[Data listing Boundary: Start]

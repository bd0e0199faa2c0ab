#!/bin/sh
# Interrupted sweeps and `sweep CONFIG --resume`.
#
# An uninterrupted reference run of the demo on a finer grid (1001 gap
# values, 354354 points) in small chunks (the hidden --chunk option, so that
# there are hundreds of checkpoints), then the same run killed with SIGKILL
# three times -- after a random delay, after a random number of finished
# points, and while the writers were filling their files -- and resumed each
# time.  The resumed sweep.csv must equal the reference byte for byte
# (cmp), and sweep.nc must have the same header (ncdump -h), the same
# attributes and the same values bit for bit (netCDF4-python).  The time
# stamp must come from the checkpoint when SOURCE_DATE_EPOCH is unset on
# resume, and from SOURCE_DATE_EPOCH when it is set (reproducible-builds.org
# specification).  Also: SIGINT stops with status 6 (vg_status.h), says how
# to resume, leaves no file under a final name, and the command it prints
# finishes the run; a changed --set, a fresh start over a checkpoint, a
# damaged checkpoint and a resume with nothing to resume are refused.
#
# Prints one line `PASS: what` or `FAIL: what: why` per check.
set -u
SRC=$(cd "$(dirname "$0")/../.." && pwd)
B=${VG_BUILD:-build}
case "$B" in /*) ;; *) B="$SRC/$B" ;; esac
VG="$B/vibrogate"
PY=${PYTHON:-/usr/bin/python3}
T=$(mktemp -d)
pid=""
trap '[ -n "$pid" ] && kill -9 "$pid" 2>/dev/null; rm -rf "$T"' EXIT

pass() { echo "PASS: $1"; }
fail() { echo "FAIL: $1: $2"; }
check() { # what condition-status why
    if [ "$2" -eq 0 ]; then pass "$1"; else fail "$1" "$3"; fi
}

CFG="$SRC/configs/demo.ini"
OUT="$T/run"
GRID='parameters.gap=0 .. 600 meV, 1001 points'
NPOINTS=354354 # 1001 gap x 59 reorganization x 2 couplings x 3 modes (configs/demo.ini)
CHUNK=1024
EPOCH=1764000000
EPOCH2=1767225600
export SOURCE_DATE_EPOCH=$EPOCH

sweep() { # [extra options...]: the run every trial repeats, into $OUT
    "$VG" sweep "$CFG" --out "$OUT" --set "$GRID" --set 'output.figures=none' \
        --chunk "$CHUNK" --quiet "$@"
}
start() { # the same in the background; $pid is the program's own
    "$VG" sweep "$CFG" --out "$OUT" --set "$GRID" --set 'output.figures=none' \
        --chunk "$CHUNK" --quiet 2>"$T/err" &
    pid=$!
}
rnd() { od -An -N4 -tu4 /dev/urandom | tr -d ' \n'; }
state_done() { sed -n '5s/^done //p' "$OUT/.vibrogate-run/state" 2>/dev/null; }
alive() { kill -0 "$pid" 2>/dev/null; }
reap() { wait "$pid" 2>/dev/null; pid=""; }

if [ ! -x "$VG" ]; then
    fail "resume" "no program at $VG"
    exit 1
fi

# ---- netCDF comparison: header, attributes, values bit for bit ---------
cat >"$T/cmp.py" <<'PYEOF'
import sys
import numpy as np
import netCDF4

ref, got, history = sys.argv[1], sys.argv[2], sys.argv[3]
problems = []
with netCDF4.Dataset(ref) as a, netCDF4.Dataset(got) as b:
    ga, gb = a.__dict__, b.__dict__
    if history != "-":  # the expected history line replaces the reference's
        ga = dict(ga, history=history)
    if ga != gb:
        problems.append("global attributes differ: %s" %
                        sorted(k for k in set(ga) | set(gb) if ga.get(k) != gb.get(k)))
    if {k: len(v) for k, v in a.dimensions.items()} != {k: len(v) for k, v in b.dimensions.items()}:
        problems.append("dimensions differ")
    if list(a.variables) != list(b.variables):
        problems.append("variables differ")
    for n in a.variables:
        if n not in b.variables:
            continue
        va, vb = a.variables[n], b.variables[n]
        va.set_auto_maskandscale(False)
        vb.set_auto_maskandscale(False)
        if va.__dict__ != vb.__dict__ or va.dimensions != vb.dimensions or va.dtype != vb.dtype:
            problems.append("variable %s: attributes or shape differ" % n)
            continue
        xa = np.ascontiguousarray(np.asarray(va[...], dtype=np.float64)).view(np.uint64)
        xb = np.ascontiguousarray(np.asarray(vb[...], dtype=np.float64)).view(np.uint64)
        if not np.array_equal(xa, xb):
            problems.append("variable %s: %d values differ" % (n, int(np.sum(xa != xb))))
print("; ".join(problems) if problems else "same")
PYEOF

# compare_outputs WHAT [HISTORY]: the finished run in $OUT against $T/ref.
compare_outputs() {
    what=$1 hist=${2:--}
    if cmp -s "$T/ref/sweep.csv" "$OUT/sweep.csv"; then
        pass "$what: sweep.csv equals the uninterrupted run byte for byte"
    else
        fail "$what: sweep.csv" "$(cmp "$T/ref/sweep.csv" "$OUT/sweep.csv" 2>&1 | head -c 200)"
    fi
    if [ "$hist" = "-" ]; then
        ncdump -h "$T/ref/sweep.nc" | sed 1d >"$T/h1"
        ncdump -h "$OUT/sweep.nc" | sed 1d >"$T/h2"
        check "$what: sweep.nc header (ncdump -h) equals the uninterrupted run's" \
            "$(cmp -s "$T/h1" "$T/h2"; echo $?)" "$(diff "$T/h1" "$T/h2" | head -c 300)"
    fi
    r=$("$PY" "$T/cmp.py" "$T/ref/sweep.nc" "$OUT/sweep.nc" "$hist" 2>&1)
    check "$what: sweep.nc values and attributes equal the uninterrupted run's" \
        "$([ "$r" = same ]; echo $?)" "$r"
    left=$(ls -A "$OUT" | grep -v -e '^sweep\.csv$' -e '^sweep\.nc$' | tr '\n' ' ')
    check "$what: no checkpoint or temporary file is left" "$([ -z "$left" ]; echo $?)" "$left"
}

# ---- the uninterrupted reference ---------------------------------------
sweep 2>"$T/err"
rc=$?
check "reference sweep succeeds" "$rc" "exit $rc: $(head -c 300 "$T/err")"
mkdir "$T/ref"
mv "$OUT/sweep.csv" "$OUT/sweep.nc" "$T/ref/" 2>/dev/null
left=$(ls -A "$OUT" | tr '\n' ' ')
check "a finished run removes its checkpoint" "$([ -z "$left" ]; echo $?)" "$left"
rows=$(($(wc -l <"$T/ref/sweep.csv") - 1))
check "reference has one CSV row per point ($NPOINTS)" "$([ "$rows" -eq "$NPOINTS" ]; echo $?)" "$rows rows"
REF_HISTORY=$("$PY" -c "import netCDF4,sys; print(netCDF4.Dataset(sys.argv[1]).history)" "$T/ref/sweep.nc")
# The reference's time stamp is SOURCE_DATE_EPOCH as UTC (ISO 8601).
want_stamp=$("$PY" -c "import datetime; print(datetime.datetime.fromtimestamp($EPOCH, datetime.timezone.utc).strftime('%Y-%m-%dT%H:%M:%SZ'))")
check "reference history starts with the SOURCE_DATE_EPOCH time stamp" \
    "$(case "$REF_HISTORY" in "$want_stamp vibrogate sweep "*) echo 0 ;; *) echo 1 ;; esac)" "$REF_HISTORY"

# ---- trial 1: SIGKILL after a random delay -----------------------------
rm -rf "$OUT"
delay=$(($(rnd) % 400 + 50))
start
sleep "$(printf '0.%03d' "$delay")"
had_state=0
[ -f "$OUT/.vibrogate-run/state" ] && had_state=1
kill -9 "$pid" 2>/dev/null
reap
done1=$(state_done)
sweep --resume 2>"$T/err"
rc=$?
if [ "$had_state" -eq 1 ] || [ -f "$OUT/.vibrogate-run/state" ]; then
    check "kill -9 after ${delay} ms (${done1:-no} points kept): resume succeeds" "$rc" \
        "exit $rc: $(head -c 300 "$T/err")"
else
    # Killed before its first record: nothing to resume, a fresh run works.
    check "kill -9 after ${delay} ms, before the first record: resume says nothing to resume" \
        "$([ "$rc" -eq 2 ] && grep -q 'nothing to resume' "$T/err"; echo $?)" \
        "exit $rc: $(head -c 300 "$T/err")"
    sweep 2>"$T/err"
    rc=$?
    check "and a fresh run over what it left succeeds" "$rc" "exit $rc: $(head -c 300 "$T/err")"
fi
[ "$rc" -eq 0 ] && compare_outputs "kill after ${delay} ms"

# ---- trial 2: SIGKILL after a random number of finished points ----------
rm -rf "$OUT"
target=$(($(rnd) % (NPOINTS * 6 / 10) + NPOINTS / 10))
start
while alive; do
    d=$(state_done)
    if [ -n "$d" ] && [ "$d" -ge "$target" ]; then
        kill -9 "$pid"
        break
    fi
done
reap
done2=$(state_done)
check "kill -9 once $target points were done: the checkpoint holds some but not all (${done2:-none})" \
    "$([ -n "$done2" ] && [ "$done2" -gt 0 ] && [ "$done2" -lt "$NPOINTS" ]; echo $?)" \
    "done = '${done2:-}' of $NPOINTS"
check "  and a whole number of chunks" "$([ $((${done2:-1} % CHUNK)) -eq 0 ]; echo $?)" "$done2"
final=$(ls "$OUT" 2>/dev/null | grep -e '^sweep\.csv$' -e '^sweep\.nc$' | tr '\n' ' ')
check "  and no file under a final name" "$([ -z "$final" ]; echo $?)" "$final"
# The checkpoint holds 8 bytes per stored metric and point (src/checkpoint.h):
# the metrics `check` lists, for the points done (a chunk more when the kill
# fell between its write and its record); `check` predicts the whole.
"$VG" check "$CFG" --out "$OUT" --set "$GRID" --set 'output.figures=none' >"$T/chk" 2>&1
nmet=$(sed -n 's/^metrics: //p' "$T/chk" | tr ',' '\n' | grep -c .)
size=$(stat -c %s "$OUT/.vibrogate-run/metrics")
check "  and the metrics file holds 8 bytes for each of the $nmet stored metrics of each point done" \
    "$([ "$nmet" -ge 1 ] && { [ "$size" -eq $((${done2:-0} * 8 * nmet)) ] ||
        [ "$size" -eq $(((${done2:-0} + CHUNK) * 8 * nmet)) ]; }; echo $?)" \
    "$size bytes for $done2 points of $nmet metrics"
want=$("$PY" -c "
n = $NPOINTS * 8 * $nmet
u = ['bytes', 'kB', 'MB', 'GB']
i = 0
while n >= 1000 and i < 3:
    n /= 1000
    i += 1
print('%.3g %s' % (n, u[i]))")
check "  and check predicted the checkpoint of the whole run ($want)" \
    "$(grep -qx "checkpoint while the run lasts: $want more" "$T/chk"; echo $?)" \
    "$(grep checkpoint "$T/chk")"
cp "$OUT/.vibrogate-run/state" "$T/state.before"

# A changed --set is refused, and nothing changes.
"$VG" sweep "$CFG" --out "$OUT" --set "$GRID" --set 'output.figures=none' --chunk "$CHUNK" \
    --quiet --set 'parameters.temperature=300 K' --resume 2>"$T/err"
rc=$?
check "resume with a changed --set is refused with status 2" "$([ "$rc" -eq 2 ]; echo $?)" \
    "exit $rc: $(head -c 300 "$T/err")"
check "  saying the checkpoint was made by a different config" \
    "$(grep -q "the checkpoint in '$OUT' was made by a different config or version (the --set options differ); remove '$OUT/.vibrogate-run'" "$T/err"; echo $?)" \
    "$(head -c 400 "$T/err")"
check "  and leaves the checkpoint as it was" "$(cmp -s "$T/state.before" "$OUT/.vibrogate-run/state"; echo $?)" "state changed"

# A fresh start over the checkpoint is refused and points to --resume.
sweep 2>"$T/err"
rc=$?
check "a run without --resume over a checkpoint is refused with status 2" \
    "$([ "$rc" -eq 2 ] && grep -q "add --resume to finish it" "$T/err"; echo $?)" \
    "exit $rc: $(head -c 300 "$T/err")"
check "  and leaves the checkpoint as it was" "$(cmp -s "$T/state.before" "$OUT/.vibrogate-run/state"; echo $?)" "state changed"

# A damaged copy is refused (one metrics byte changed; then a shorter file).
cp -R "$OUT" "$T/copy"
printf 'x' | dd of="$T/copy/.vibrogate-run/metrics" bs=1 seek=1000 conv=notrunc 2>/dev/null
"$VG" sweep "$CFG" --out "$T/copy" --set "$GRID" --set 'output.figures=none' --chunk "$CHUNK" \
    --quiet --resume 2>"$T/err"
rc=$?
check "resume of a checkpoint whose metrics changed is refused with status 4" \
    "$([ "$rc" -eq 4 ] && grep -q "is damaged (its metrics file does not match its record)" "$T/err"; echo $?)" \
    "exit $rc: $(head -c 300 "$T/err")"
truncate -s 100 "$T/copy/.vibrogate-run/metrics"
"$VG" sweep "$CFG" --out "$T/copy" --set "$GRID" --set 'output.figures=none' --chunk "$CHUNK" \
    --quiet --resume 2>"$T/err"
rc=$?
check "resume of a checkpoint whose metrics file is short is refused with status 4" \
    "$([ "$rc" -eq 4 ] && grep -q "holds 100 bytes, fewer than" "$T/err"; echo $?)" \
    "exit $rc: $(head -c 300 "$T/err")"

# Resume without SOURCE_DATE_EPOCH: the time stamp comes from the checkpoint.
env -u SOURCE_DATE_EPOCH "$VG" sweep "$CFG" --out "$OUT" --set "$GRID" --set 'output.figures=none' \
    --chunk "$CHUNK" --quiet --resume 2>"$T/err"
rc=$?
check "resume (SOURCE_DATE_EPOCH unset) succeeds" "$rc" "exit $rc: $(head -c 300 "$T/err")"
[ "$rc" -eq 0 ] && compare_outputs "kill after $done2 points, resumed without SOURCE_DATE_EPOCH"

# ---- trial 3: SIGKILL while the writers fill their files ---------------
rm -rf "$OUT"
delay=$(($(rnd) % 300))
start
# (once the state names the writers' temporary files: they exist by then)
while alive && ! grep -q '^temps [1-9]' "$OUT/.vibrogate-run/state" 2>/dev/null; do :; done
sleep "$(printf '0.%03d' "$delay")"
temps=$(ls -A "$OUT" 2>/dev/null | grep -c '^\.sweep\.')
kill -9 "$pid" 2>/dev/null
reap
done3=$(state_done)
check "kill -9 ${delay} ms into writing: every point is in the checkpoint, temporary files left ($temps)" \
    "$([ "${done3:-0}" -eq "$NPOINTS" ] && [ "$temps" -gt 0 ]; echo $?)" "done ${done3:-none}, $temps temporary files"
# With SOURCE_DATE_EPOCH set on resume, its time stamp wins.
SOURCE_DATE_EPOCH=$EPOCH2 sweep --resume 2>"$T/err"
rc=$?
check "resume (another SOURCE_DATE_EPOCH) succeeds" "$rc" "exit $rc: $(head -c 300 "$T/err")"
stamp2=$("$PY" -c "import datetime; print(datetime.datetime.fromtimestamp($EPOCH2, datetime.timezone.utc).strftime('%Y-%m-%dT%H:%M:%SZ'))")
[ "$rc" -eq 0 ] && compare_outputs "kill while writing, resumed with a new SOURCE_DATE_EPOCH" \
    "$stamp2 ${REF_HISTORY#* }"

# ---- SIGINT: clean stop, the message says how to resume ----------------
rm -rf "$OUT"
start
while alive; do
    d=$(state_done)
    [ -n "$d" ] && [ "$d" -gt 0 ] && break
done
kill -INT "$pid" 2>/dev/null
wait "$pid"
rc=$?
pid=""
check "SIGINT stops the sweep with status 6" "$([ "$rc" -eq 6 ]; echo $?)" "exit $rc: $(head -c 300 "$T/err")"
check "  the message says the work is kept and how to resume" \
    "$(grep -q '^vibrogate: interrupted .*kept; to finish, run: vibrogate sweep .* --resume$' "$T/err"; echo $?)" \
    "$(head -c 400 "$T/err")"
final=$(ls -A "$OUT" | grep -v '^\.vibrogate-run$' | tr '\n' ' ')
check "  no output file, final or temporary, only the checkpoint" "$([ -z "$final" ] && [ -f "$OUT/.vibrogate-run/state" ]; echo $?)" "$final"
# The printed command, run as it stands, finishes the run.
cmd=$(sed -n 's/^vibrogate: .*; to finish, run: vibrogate //p' "$T/err")
eval "set -- $cmd"
"$VG" "$@" 2>"$T/err"
rc=$?
check "the command the message prints finishes the run" "$rc" "exit $rc: $(head -c 300 "$T/err")"
[ "$rc" -eq 0 ] && compare_outputs "SIGINT then the printed command"

# ---- nothing to resume -------------------------------------------------
"$VG" sweep "$CFG" --out "$T/none" --quiet --resume 2>"$T/err"
rc=$?
check "--resume with nothing to resume is refused with status 2" \
    "$([ "$rc" -eq 2 ] && grep -q "^vibrogate: nothing to resume in '$T/none'" "$T/err"; echo $?)" \
    "exit $rc: $(head -c 300 "$T/err")"
check "  and creates nothing" "$([ ! -e "$T/none" ]; echo $?)" "$(ls -A "$T/none" 2>&1)"
"$VG" check "$CFG" --resume >/dev/null 2>"$T/err"
rc=$?
check "--resume on another command is a usage error" "$([ "$rc" -eq 2 ]; echo $?)" "exit $rc"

[Data listing Boundary: End]

→ Your objective
A verbatim transcription is needed of the lines above, starting at the line with "# finishes the" and ending at the line with "replaces the reference's", both included, and of nothing else.

→ Result of this task
# finishes the run; a changed --set, a fresh start over a checkpoint, a
# damaged checkpoint and a resume with nothing to resume are refused.
#
# Prints one line `PASS: what` or `FAIL: what: why` per check.
set -u
SRC=$(cd "$(dirname "$0")/../.." && pwd)
B=${VG_BUILD:-build}
case "$B" in /*) ;; *) B="$SRC/$B" ;; esac
VG="$B/vibrogate"
PY=${PYTHON:-/usr/bin/python3}
T=$(mktemp -d)
pid=""
trap '[ -n "$pid" ] && kill -9 "$pid" 2>/dev/null; rm -rf "$T"' EXIT

pass() { echo "PASS: $1"; }
fail() { echo "FAIL: $1: $2"; }
check() { # what condition-status why
    if [ "$2" -eq 0 ]; then pass "$1"; else fail "$1" "$3"; fi
}

CFG="$SRC/configs/demo.ini"
OUT="$T/run"
GRID='parameters.gap=0 .. 600 meV, 1001 points'
NPOINTS=354354 # 1001 gap x 59 reorganization x 2 couplings x 3 modes (configs/demo.ini)
CHUNK=1024
EPOCH=1764000000
EPOCH2=1767225600
export SOURCE_DATE_EPOCH=$EPOCH

sweep() { # [extra options...]: the run every trial repeats, into $OUT
    "$VG" sweep "$CFG" --out "$OUT" --set "$GRID" --set 'output.figures=none' \
        --chunk "$CHUNK" --quiet "$@"
}
start() { # the same in the background; $pid is the program's own
    "$VG" sweep "$CFG" --out "$OUT" --set "$GRID" --set 'output.figures=none' \
        --chunk "$CHUNK" --quiet 2>"$T/err" &
    pid=$!
}
rnd() { od -An -N4 -tu4 /dev/urandom | tr -d ' \n'; }
state_done() { sed -n '5s/^done //p' "$OUT/.vibrogate-run/state" 2>/dev/null; }
alive() { kill -0 "$pid" 2>/dev/null; }
reap() { wait "$pid" 2>/dev/null; pid=""; }

if [ ! -x "$VG" ]; then
    fail "resume" "no program at $VG"
    exit 1
fi

# ---- netCDF comparison: header, attributes, values bit for bit ---------
cat >"$T/cmp.py" <<'PYEOF'
import sys
import numpy as np
import netCDF4

ref, got, history = sys.argv[1], sys.argv[2], sys.argv[3]
problems = []
with netCDF4.Dataset(ref) as a, netCDF4.Dataset(got) as b:
    ga, gb = a.__dict__, b.__dict__
    if history != "-":  # the expected history line replaces the reference's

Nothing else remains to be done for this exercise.